» Task: Report the lines of the material that carry the string "greatest".

» Supplied records:

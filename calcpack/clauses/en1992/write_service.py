"""Lines: sections under service loads, crack width, span over depth, curvature and deflection."""

from __future__ import annotations

from dataclasses import dataclass

from calcpack.clauses.en1992.cracking import BOND, LEAST_STRAIN, LONG_TERM, PURE_BENDING
from calcpack.clauses.en1992.deflection import LASTING
from calcpack.clauses.en1992.design import Design
from calcpack.clauses.en1992.service import SpanDepth
from calcpack.clauses.en1992.write_bending import WORDS, FaceLines, SizeLines, write_required
from calcpack.clauses.en1992.write_materials import StrengthLines
from calcpack.sheet import (
    Expression,
    Line,
    Sheet,
    greatest,
    least,
    measured,
    number,
    number_in,
    quantity,
    sqrt,
)


@dataclass(frozen=True)
class ElasticLines:
    """A face's section under lasting loads."""

    modulus: Line
    ratio: Line
    x_2: Line
    inertia_2: Line


def write_creep(sheet: Sheet, design: Design, strength: StrengthLines, origin: str) -> tuple[Line, Line]:
    """Effective modulus of the concrete and ratio of the moduli.

    Parameters
    ----------
    sheet : Sheet
    design : Design
    strength : StrengthLines [MPa]
    origin : str
        Where the creep coefficient comes from.

    Source: EN 1992-1-1:2004, 7.4.3(5), (7.20).
    """
    creep = sheet.take(
        "phi_cr",
        design.case.creep,
        "1",
        "Final creep coefficient φ(∞, t0)",
        origin,
        "3.1.4",
        word="creep coefficient",
    )
    modulus = sheet.hence(
        "E_c,eff",
        strength.ecm / (1 + creep),
        "MPa",
        "Modulus of concrete that creeps",
        "7.4.3(5) (7.20)",
        word="modulus of concrete, effective",
    )
    ratio = sheet.hence(
        "alpha_e",
        strength.es / modulus,
        "1",
        "Ratio of the moduli",
        "7.4.3(6)",
        word="ratio of the moduli",
    )
    return modulus, ratio


def write_cracked(sheet: Sheet, lines: FaceLines, size: SizeLines, creep: tuple[Line, Line]) -> ElasticLines:
    """Neutral axis and second moment of area of the cracked section.

    Parameters
    ----------
    sheet : Sheet
    lines : FaceLines [mm]
    size : SizeLines [mm]
    creep : (Line, Line)
        Effective modulus [MPa] and ratio of the moduli, from :func:`write_creep`.

    Source: equilibrium of the cracked section; EN 1992-1-1:2004, 7.1(2).
    """
    face, symbol = lines.face, lines.symbol
    modulus, ratio = creep
    steel, cite = ratio * lines.area, "equilibrium, concrete cracked"
    flange = size.flange_depth
    depth_word, inertia_word = "neutral axis, cracked", "second moment of area, cracked"
    beyond = face.outline.block_flange and face.elastic.x_2 > face.outline.block_flange
    if beyond and flange is not None:
        wings = sheet.hence(
            symbol("S_f"),
            (lines.block - size.width) * flange,
            "mm^2",
            "Flange beside the web",
            "geometry",
            word="area of the flange beside the web",
        )
        x = sheet.hence(
            symbol("x_II"),
            (
                sqrt((wings + steel) ** 2 + 2 * size.width * (wings * flange / 2 + steel * lines.effective))
                - (wings + steel)
            )
            / size.width,
            "mm",
            f"Neutral axis, cracked, {WORDS[lines.tag]} bars in tension",
            cite,
            word=depth_word,
        )
        inertia = sheet.hence(
            symbol("I_II"),
            lines.block * x**3 / 3
            - (lines.block - size.width) * (x - flange) ** 3 / 3
            + steel * (lines.effective - x) ** 2,
            "mm^4",
            "Second moment of area, cracked",
            cite,
            word=inertia_word,
        )
        return ElasticLines(modulus, ratio, x, inertia)
    x = sheet.hence(
        symbol("x_II"),
        steel / lines.block * (sqrt(1 + 2 * lines.block * lines.effective / steel) - 1),
        "mm",
        f"Neutral axis, cracked, {WORDS[lines.tag]} bars in tension",
        cite,
        word=depth_word,
    )
    inertia = sheet.hence(
        symbol("I_II"),
        lines.block * x**3 / 3 + steel * (lines.effective - x) ** 2,
        "mm^4",
        "Second moment of area, cracked",
        cite,
        word=inertia_word,
    )
    return ElasticLines(modulus, ratio, x, inertia)


def write_crack(
    sheet: Sheet,
    lines: FaceLines,
    strength: StrengthLines,
    size: SizeLines,
    elastic: ElasticLines,
    combination: str,
) -> Line:
    """Crack width of a face.

    Parameters
    ----------
    sheet : Sheet
    lines : FaceLines [mm]
    strength : StrengthLines [MPa]
    size : SizeLines [mm]
    elastic : ElasticLines
        From :func:`write_cracked`.
    combination : str
        In words.

    Returns
    -------
    Line
        w_k in mm.

    Source: EN 1992-1-1:2004, 7.3.4, 7.3.2(3).
    """
    face, national, symbol = lines.face, lines.face.case.national, lines.symbol
    crack = face.crack
    moment = sheet.take(
        symbol("M_qp"),
        face.lasting,
        "kN*m",
        f"Largest moment, {WORDS[lines.tag]} bars in tension, {combination}",
        "analysis, envelope",
        given=False,
        word="moment, quasi-permanent combination",
    )
    stress = sheet.hence(
        symbol("sigma_s"),
        elastic.ratio * moment * (lines.effective - elastic.x_2) / elastic.inertia_2,
        "MPa",
        "Stress of the bars, cracked section",
        "7.3.4(2)",
        word="stress of bars",
    )
    height = sheet.hence(
        symbol("h_c,ef"),
        least(number("2.5") * (size.depth - lines.effective), (size.depth - elastic.x_2) / 3, size.depth / 2),
        "mm",
        "Height of the effective tension area",
        "7.3.2(3)",
        word="height of the effective tension area",
    )
    rho = sheet.hence(
        symbol("rho_p"),
        lines.area / (size.width * height),
        "1",
        "Ratio of the bars in it, over the web's width",
        "7.3.4(2) (7.10)",
        word="ratio of bars in the effective tension area",
    )
    if crack.near:
        spacing_term: Expression = (
            number(national["crack_k3"]) * lines.inset
            + number(BOND) * number(PURE_BENDING) * number(national["crack_k4"]) * lines.bar / rho
        )
        says = "Largest crack spacing, bars close to each other"
    else:
        spacing_term = number("1.3") * (size.depth - elastic.x_2)
        says = "Largest crack spacing, bars far from each other"
    spacing = sheet.hence(
        symbol("s_r,max"),
        spacing_term,
        "mm",
        says,
        f"7.3.4(3) ({'7.11' if crack.near else '7.14'})",
        word="largest crack spacing",
    )
    stiff = number(LONG_TERM) * strength.fctm / rho * (1 + strength.es / strength.ecm * rho)
    strain = sheet.hence(
        symbol("Delta epsilon"),
        greatest(stress - stiff, number(LEAST_STRAIN) * stress) / strength.es,
        "1",
        "Mean strain of the bars over that of the concrete, lasting load",
        "7.3.4(2) (7.9)",
        word="strain difference between bars and concrete",
    )
    return sheet.hence(
        symbol("w_k"),
        spacing * strain,
        "mm",
        f"Crack width, {WORDS[lines.tag]}",
        "7.3.4(1) (7.8)",
        word="crack width",
    )


def write_span_depth(
    sheet: Sheet,
    lines: FaceLines,
    strength: StrengthLines,
    found: SpanDepth,
    span: Line,
    design_moment: Line | None = None,
) -> tuple[Line, Line]:
    """Span over depth of one span, and up to which a deflection need not be worked out.

    Parameters
    ----------
    sheet : Sheet
    lines : FaceLines [mm]
    strength : StrengthLines [MPa]
    found : SpanDepth
    span : Line [m]
    design_moment : Line [kNm], optional
        Where the sheet holds the span's moment already.

    Source: EN 1992-1-1:2004, 7.4.2(2), (7.16.a) and (7.16.b).
    """
    cite = "7.4.2(2)"
    moment = design_moment
    if moment is None or abs(moment.value - found.moment) > 1e-9 * found.moment:
        moment = sheet.take(
            "M_Ed,s",
            found.moment,
            "kN*m",
            f"Largest moment of span {found.number + 1}, by size",
            "analysis, envelope",
            given=False,
            word="design moment of the span",
        )
    required = write_required(sheet, lines, strength, moment, found.required)
    rho = sheet.hence(
        "rho",
        required / (lines.block * lines.effective),
        "1",
        "Ratio of the bars required",
        cite,
        word="ratio of the bars required",
    )
    strength_ = number_in(strength.fck, "MPa")
    reference = sheet.hence(
        "rho_0",
        number("0.001") * sqrt(strength_),
        "1",
        "Reference ratio (strengths in MPa)",
        cite,
        word="reference ratio of bars",
    )
    factor = number(found.factor)
    if found.ratio <= reference.value:
        over = reference / rho
        term = factor * (
            11
            + number("1.5") * sqrt(strength_) * over
            + number("3.2") * sqrt(strength_) * (over - 1) ** number("1.5")
        )
    else:
        second = measured(found.ratio_2, "1")
        term = factor * (
            11
            + number("1.5") * sqrt(strength_) * reference / (rho - second)
            + sqrt(strength_) / 12 * sqrt(second / reference)
        )
        if found.ratio_2 == 0:
            term = factor * (11 + number("1.5") * sqrt(strength_) * reference / rho)
    basic = sheet.hence(
        "lambda_0",
        term,
        "1",
        f"Basic span over depth, K = {found.factor:g} (strengths in MPa)",
        f"{cite} ({'7.16a' if found.ratio <= reference.value else '7.16b'}), Table 7.4N",
        word="basic span over depth",
    )
    scaled: Expression = basic * least(
        quantity(500, "MPa") / strength.fyk * lines.area / required, number("1.5")
    )
    notes = ["bars provided over required"]
    if found.flanged != 1:
        scaled = scaled * number(found.flanged)
        notes.append("wide flange")
    if found.long != 1:
        scaled = scaled * (quantity(7, "m") / span)
        notes.append("span over 7 m with partitions")
    limit = sheet.hence(
        "lambda_lim",
        scaled,
        "1",
        f"Span over depth up to which no more is asked: {', '.join(notes)}",
        f"{cite} (7.17)",
        word="limit of span over depth",
    )
    actual = sheet.hence(
        "lambda_s",
        span / lines.effective,
        "1",
        f"Span over depth of span {found.number + 1}",
        cite,
        word="span over depth",
    )
    return actual, limit


def write_curvature(
    sheet: Sheet,
    design: Design,
    lines: FaceLines,
    strength: StrengthLines,
    elastic: ElasticLines,
    moment: Line,
    origin: str,
) -> Line:
    """Curvature where a span is bent most, between the uncracked and the cracked one.

    Parameters
    ----------
    sheet : Sheet
    design : Design
    lines : FaceLines [mm]
    strength : StrengthLines [MPa]
    elastic : ElasticLines
        From :func:`write_cracked`.
    moment : Line [kNm]
    origin : str
        Where the shrinkage strain comes from.

    Source: EN 1992-1-1:2004, 7.4.3(3) to (6), (7.18) to (7.21).
    """
    face, symbol = lines.face, lines.symbol
    case, section = design.case, lines.face.elastic
    cite = "7.4.3"
    x_1 = sheet.take(
        symbol("x_I"),
        section.x_1 * 1e3,
        "mm",
        "Neutral axis, uncracked, transformed section",
        "geometry",
        given=False,
        word="neutral axis, uncracked",
    )
    inertia = sheet.take(
        symbol("I_I"),
        section.inertia_1 * 1e12,
        "mm^4",
        "Second moment of area, uncracked",
        "geometry",
        given=False,
        word="second moment of area, uncracked",
    )
    modulus = face.outline.inertia / (face.outline.depth - face.outline.centroid)
    cracking = sheet.hence(
        symbol("M_cr"),
        strength.fctm * measured(modulus * 1e9, "mm^3"),
        "kN*m",
        "Moment at which the section cracks, gross concrete",
        f"{cite}(4)",
    )
    if moment.value < section.cracking:
        zeta = sheet.take(
            "zeta", 0.0, "1", "Uncracked", "M below M_cr", f"{cite}(3)", word="part that is cracked"
        )
    else:
        zeta = sheet.hence(
            "zeta",
            1 - number(LASTING) * (cracking / moment) ** 2,
            "1",
            "How far it is cracked, lasting load",
            f"{cite}(3) (7.19)",
            word="part that is cracked",
        )
    shrinkage = sheet.take(
        "epsilon_cs",
        case.shrinkage,
        "1",
        "Final free shrinkage",
        origin,
        "3.1.4(6)",
        word="shrinkage strain",
    )

    def part(index: str, x: Line, second: Line, words: str) -> Line:
        free = shrinkage * elastic.ratio * lines.area * (lines.effective - x) / second
        return sheet.hence(
            f"kappa_{index}",
            moment / (elastic.modulus * second) + free,
            "1/m",
            f"Curvature, {words}, with shrinkage",
            f"{cite}(6) (7.21)",
            word=f"curvature, {words}",
        )

    first = part("I", x_1, inertia, "uncracked")
    second = part("II", elastic.x_2, elastic.inertia_2, "cracked")
    return sheet.hence(
        "kappa", zeta * second + (1 - zeta) * first, "1/m", "Curvature", f"{cite}(3) (7.18)", word="curvature"
    )


def limit_term(span: Line, reach: float, factor: float) -> Expression:
    """Span over a number, twice an overhang over it.

    Parameters
    ----------
    span : Line [m]
    reach : float
        Over the span: 2 for an overhang.
    factor : float
        Span over ...

    Source: EN 1992-1-1:2004, 7.4.1(4), for an overhang twice its length.
    """
    return (2 * span if reach > 1 else span) / number(factor)
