"""Strengths of common materials, to try the clauses with."""

from __future__ import annotations

from calcpack.clauses.en1992.model import Strengths

C30 = Strengths(
    fck=30e3,
    fcm=38e3,
    fctm=2900.0,
    fctk=2000.0,
    ecm=33e6,
    eps_cu=0.0035,
    eps_cu2=0.0035,
    lam=0.8,
    eta=1.0,
    fcd=20e3,
    fctd=2000.0 / 1.5,
    fyk=500e3,
    fyd=500e3 / 1.15,
    es=200e6,
)
"""C30/37 with B500B at the recommended partial factors."""
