"""Lines: cover, bond and anchorage of bars."""

from __future__ import annotations

from calcpack.clauses.en1992.anchorage import Anchorage
from calcpack.clauses.en1992.design import Design
from calcpack.clauses.en1992.national import STANDARD
from calcpack.clauses.en1992.write_bending import FaceLines, SizeLines
from calcpack.clauses.en1992.write_materials import StrengthLines, millimetres, origin_of
from calcpack.clauses.en1992.write_shear import ShearLines
from calcpack.sheet import Expression, Line, Sheet, greatest, least, measured, number, quantity


def write_cover(
    sheet: Sheet, design: Design, size: SizeLines, bars: list[FaceLines]
) -> list[tuple[str, Line]]:
    """Nominal cover of stirrups and bars.

    Parameters
    ----------
    sheet : Sheet
    design : Design
    size : SizeLines [mm]
    bars : list of FaceLines [mm]

    Source: EN 1992-1-1:2004, 4.4.1.
    """
    case, national = design.case, design.case.national
    durable = sheet.take(
        "c_min,dur",
        millimetres(national.cover[case.exposure]),
        "mm",
        f"Least cover for durability, {case.exposure}, structural class S4",
        f"{national.file} cover.{case.exposure}"
        if national.file and case.exposure in national.own
        else origin_of(national, case.exposure),
        "4.4.1.2(5), Table 4.4N",
        word="least cover for durability",
    )
    allowance = sheet.take(
        "Delta c_dev",
        millimetres(national["delta_c_dev"]),
        "mm",
        "Allowance for deviation",
        origin_of(national, "delta_c_dev"),
        national.values["delta_c_dev"].clause,
        word="allowance for cover",
    )
    cite = f"{STANDARD}, 4.4.1.1(2)P (4.1)"
    needed = greatest(size.stirrup, durable, quantity(10, "mm")) + allowance
    found = [("cover", sheet.require(needed <= size.cover, "Cover of the stirrups", cite))]
    thick = max(bars, key=lambda each: each.bar.value)
    bond = sheet.require(thick.bar + allowance <= thick.inset, "Cover of the bars, for bond", cite)
    return [*found, ("cover for bond", bond)]


def write_bond(
    sheet: Sheet,
    lines: FaceLines,
    strength: StrengthLines,
    stress: Line | Expression,
    found: Anchorage,
    *,
    good: bool,
    tag: str,
    bent: bool = False,
) -> Line:
    """Anchorage length of a bar.

    Parameters
    ----------
    stress : Line
        σ_sd.
    found : Anchorage
        As worked out.
    good : bool
        Bond conditions.
    tag : str
        Index of the symbols.
    bent : bool

    Returns
    -------
    Line
        l_bd in mm.

    Source: EN 1992-1-1:2004, 8.4.2 to 8.4.4.
    """
    case = lines.face.case
    tensile: Line | Expression = strength.fctd
    if case.strength.fctk > 3100:
        tensile = strength.fctd * (quantity("3.1", "MPa") / strength.fctk)
    factors: Expression = number("2.25") if good else number("2.25") * number("0.7")
    if lines.face.bars.bar.diameter > 0.032:
        factors = factors * ((quantity(132, "mm") - lines.bar) / quantity(100, "mm"))
    bond = sheet.hence(
        f"f_bd,{tag}",
        factors * tensile,
        "MPa",
        f"Bond strength, {'good' if good else 'other than good'} bond conditions"
        + (", f_ctd not above that of C60/75" if case.strength.fctk > 3100 else ""),
        "8.4.2(2) (8.2)",
        word="bond strength",
    )
    basic = sheet.hence(
        f"l_b,{tag}",
        lines.bar / 4 * stress / bond,
        "mm",
        "Basic anchorage length",
        "8.4.3(2) (8.3)",
        word="basic anchorage length",
    )
    cover: Line | Expression = lines.inset
    apart = lines.face.clear[0] / 2
    if lines.clear is not None and apart < lines.face.bars.inset:
        cover = lines.clear / 2
    counts = min(apart, lines.face.bars.inset)
    off = 3 * lines.bar if bent else lines.bar
    shape = least(greatest(1 - number("0.15") * (cover - off) / lines.bar, number("0.7")), 1)
    hook = bent and counts > 3 * lines.face.bars.bar.diameter
    says = "Form and cover of the bar, a bend at its end" if bent else "Cover of the straight bar"
    alpha = sheet.hence(
        f"alpha_{tag},a",
        number("0.7") * shape if hook else shape,
        "1",
        says,
        "8.4.4(1), Table 8.2, Figure 8.3",
        word="factor of the anchorage length",
    )
    return sheet.hence(
        f"l_bd,{tag}",
        greatest(alpha * basic, number("0.3") * basic, 10 * lines.bar, quantity(100, "mm")),
        "mm",
        "Design anchorage length, not below the least",
        "8.4.4(1) (8.4, 8.6)",
        word="anchorage length",
    )


def write_end(
    sheet: Sheet, design: Design, lines: FaceLines, strength: StrengthLines, shear: ShearLines
) -> list[tuple[str, Line]]:
    """Anchorage of the bottom bars at the end support that asks most of it.

    Parameters
    ----------
    sheet : Sheet
    design : Design
    lines : FaceLines [mm]
        Of the bottom bars.
    strength : StrengthLines [MPa]
    shear : ShearLines

    Source: EN 1992-1-1:2004, 9.2.1.4.
    """
    end = design.end
    if end is None:
        return []
    case = design.case
    force = sheet.take(
        "V_Ed,e",
        end.shear,
        "kN",
        f"Shear at the face of the end support, {end.support.words}",
        "analysis, envelope",
        given=False,
        word="design shear at the end support",
    )
    pull = sheet.hence(
        "F_Ed",
        force * shear.shift / shear.arm,
        "kN",
        "Force to anchor",
        "9.2.1.4(2) (9.3)",
        word="force to anchor",
    )
    line = sheet.require(
        pull <= lines.area * strength.fyd,
        "Bars at the end support: all run through, more than β2 of them",
        f"{STANDARD}, 9.2.1.4(1) and (2)",
    )
    checks = [("bars at the end support", line)]
    stress = least(pull / lines.area, strength.fyd)
    length = write_bond(sheet, lines, strength, stress, end.length, good=True, tag="e", bent=end.bent)
    if end.room is None:
        sheet.text(
            [
                "Behind the line of contact of bar and support the bottom bars need ",
                length.math,
                "; the support's width is not given, so that this is not checked. Where the "
                "support is narrower, they are bent up (Figure 8.1).",
            ],
            role="caution",
        )
        return checks
    width = sheet.take(
        "t_s",
        millimetres(2 * end.support.half),
        "mm",
        "Width of the support along the beam",
        f"beam {sheet.mark} design.support_width",
        word="width of the support",
    )
    line = sheet.require(
        length <= width - measured(millimetres(case.cover), "mm"),
        f"Room behind the face, {'bars bent up' if end.bent else 'bars straight'}, cover at their end",
        f"{STANDARD}, 9.2.1.4(3), 8.4.4",
    )
    return [*checks, ("anchorage at the end support", line)]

» Solution for this task:
    greatest,
        greatest(stress - stiff, number(LEAST_STRAIN) * stress) / strength.es,
from calcpack.sheet import Expression, Line, Sheet, greatest, least, measured, number, quantity
    needed = greatest(size.stirrup, durable, quantity(10, "mm")) + allowance
    shape = least(greatest(1 - number("0.15") * (cover - off) / lines.bar, number("0.7")), 1)
        greatest(alpha * basic, number("0.3") * basic, 10 * lines.bar, quantity(100, "mm")),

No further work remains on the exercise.